To do its job the compiler needs to be aware of types. Some things it knows about implicitly, these are the built in types such as integers, pointers, and array, while others it needs to be informed of, such as functions, structures and classes. However, the compiler can be treated on a need to know basis. It only needs to know about a type when it actually has to generate code for it. This is where forward declarations come into play.

Assume we have two classes Foo and Bar. In this case Foo holds an instance of Bar within it.

#include <Bar.hpp>
 
class Foo
{
	public:
		Foo(const Bar& bar);
 
	private:
		Bar _bar;
} ;

This is all pretty standard stuff. The Foo class needs to include the declaration of Bar. So in terms of our compile times anything that needs access to Foo will end up including Bar, and anything Bar includes, and so on down the line.
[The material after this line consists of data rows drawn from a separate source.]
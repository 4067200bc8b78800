import type { Role } from '@hopwise/common';

/** What each role gets done here (SPEC §1), in the user's words. */
export const ROLE_SUMMARY: Readonly<Record<Role, { intro: string; tasks: string[] }>> = {
  operator: {
    intro: 'You plan HF sky-wave links between your stations.',
    tasks: [
      'Enter your stations and the links between them, and see them on the map.',
      'Pick a profile and a time, and see the modes, MUF, elevation angles, group delay and multipath spread of a link.',
      'Save a study, read the shared profile library and the published schedules of your nets.',
      'Subscribe to notices when band conditions on your links change.',
    ],
  },
  netcontrol: {
    intro: 'You run nets: member stations and their assigned channels.',
    tasks: [
      'Create a net with its control station, member stations and assigned channels.',
      'Get a 24-hour schedule of the best usable channel per slot and publish it to the members.',
      'Members are notified when a published channel must change.',
      'Everything an operator can do: stations, links and link studies.',
    ],
  },
  analyst: {
    intro: 'You look after the ionospheric profiles the predictions are built on.',
    tasks: [
      'Upload sounding traces and profiles, and invert traces to true-height profiles.',
      'Compare profiles side by side: peaks, thickness, TEC, synthetic ionograms and delays on reference links.',
      'Publish profiles to the shared library.',
      'Everything an operator can do: stations, links and link studies.',
    ],
  },
  admin: {
    intro: 'You run this Hopwise installation.',
    tasks: [
      'Create accounts, change roles, and disable or enable users under Admin.',
      'Every other area is open to you as well: links, profiles, nets and notices.',
    ],
  },
};
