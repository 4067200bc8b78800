import { Body1, Card, CardHeader, Subtitle1, makeStyles, tokens } from '@fluentui/react-components';
import { Info24Regular } from '@fluentui/react-icons';

const useStyles = makeStyles({
  card: {
    padding: tokens.spacingHorizontalXL,
    gap: tokens.spacingVerticalM,
    borderLeft: `4px solid ${tokens.colorPaletteMarigoldBorderActive}`,
  },
  icon: { color: tokens.colorPaletteMarigoldForeground2, fontSize: '24px' },
  list: {
    margin: 0,
    paddingLeft: tokens.spacingHorizontalXL,
    lineHeight: tokens.lineHeightBase400,
  },
});

/** The safety notes of SPEC §6, shown where predictions are used. */
export function SafetyNotes() {
  const styles = useStyles();
  return (
    <Card className={styles.card} aria-labelledby="safety-title">
      <CardHeader
        image={<Info24Regular className={styles.icon} aria-hidden />}
        header={
          <Subtitle1 as="h2" id="safety-title">
            Before you transmit
          </Subtitle1>
        }
      />
      <ul className={styles.list}>
        <li>
          <Body1>
            <strong>Predictions are estimates.</strong> The ionosphere changes from hour to hour;
            keep an alternative path for safety-of-life traffic.
          </Body1>
        </li>
        <li>
          <Body1>
            Transmit only on channels your licence or assignment allows, whatever a schedule
            suggests.
          </Body1>
        </li>
        <li>
          <Body1>The RF-exposure limits of your local regulations apply to every station.</Body1>
        </li>
      </ul>
    </Card>
  );
}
Now if Foo contained a pointer to Bar internally we could rewrite the code to the following and use a forward declaration for Bar.

class Bar;
 
class Foo
{
	public:
		Foo(Bar* bar);
 
	private:
		Bar* _bar;
} ;

So now anyplace that includes Foo, just includes Foo. It doesn’t have to include Bar or any of Bar’s dependencies. We just move the include to the source file and this will compile without issue.

Now what if we rewrote the first bit of code to use a forward declaration?

class Bar;
 
class Foo
{
	public:
		Foo(const Bar& bar);
 
	private:
		Bar _bar;
} ;

If we compile this we’ll get an error. Visual Studio outputs the following.

error C2079: 'Foo::_bar' uses undefined class 'Bar'

Why this occurs goes back to what the compiler implicitly knows about. The compiler knows what a pointer is, but has no idea what Bar is unless it's explicitly declared.

Now in this case we could wonder why this is actually an issue. Nothing is being implemented within the header so why does the compiler care?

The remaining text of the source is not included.